(Supplied records):
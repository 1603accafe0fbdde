"""The exceptions of :mod:`hadamard_registry`. Every one is a :class:`HadamardError`."""

from __future__ import annotations

import json
from typing import Any, Optional


class HadamardError(Exception):
    """Base class of every error this package raises."""


class NotConstructibleError(HadamardError, ValueError):
    """No matrix of this order can be built here.

    ``order`` is the order asked for, ``status`` the literature's status of it as
    ``routes(order)["status"]`` gives it (``impossible``, ``open``, ``known``, ``uncovered``,
    or ``constructible`` when the order is above the build limit), and ``reason`` says why in
    words.
    """

    def __init__(self, order: int, status: str, reason: str) -> None:
        self.order = order
        self.status = status
        self.reason = reason
        super().__init__(f"order {order} cannot be built here (status: {status}): {reason}")


class NotHadamardError(HadamardError, ValueError):
    """A matrix given as the source of a derived object failed the exact check."""


class MatrixParseError(HadamardError, ValueError):
    """An input could not be read as a ±1 matrix.

    ``source`` names the input (a path, or ``array``), ``message`` says what is wrong, and
    ``location`` says where: ``{"line": L, "column": C}`` (1-based) in a text file,
    ``{"element": K}`` or ``{"byte": B}`` in a ``.npy`` file, ``{"row": I, "column": J}``
    (0-based, as numpy indexes) in an array, or ``None``.
    """

    def __init__(self, source: str, message: str, location: Any = None) -> None:
        if isinstance(location, str):
            location = json.loads(location)
        self.source = source
        self.message = message
        self.location: Optional[dict] = location
        super().__init__(f"{source}: {message}")


class RotationError(HadamardError, ValueError):
    """No exact Hadamard rotation of this size is available here (``dimension``, ``reason``)."""

    def __init__(self, dimension: int, reason: str) -> None:
        self.dimension = dimension
        self.reason = reason
        super().__init__(f"no Hadamard rotation of size {dimension}: {reason}")


class DeriveError(HadamardError, ValueError):
    """A derived object (screening design, replicates) cannot be made as asked.

    ``parameter`` names the argument at fault.
    """

    def __init__(self, parameter: str, message: str) -> None:
        self.parameter = parameter
        self.message = message
        super().__init__(f"{parameter}: {message}")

(What needs to be done):
All lines in the records above with "this" need to be found and copied.

(Exercise answer):
    """Base class of every error this package raises."""
    """No matrix of this order can be built here.
    """No exact Hadamard rotation of this size is available here (``dimension``, ``reason``)."""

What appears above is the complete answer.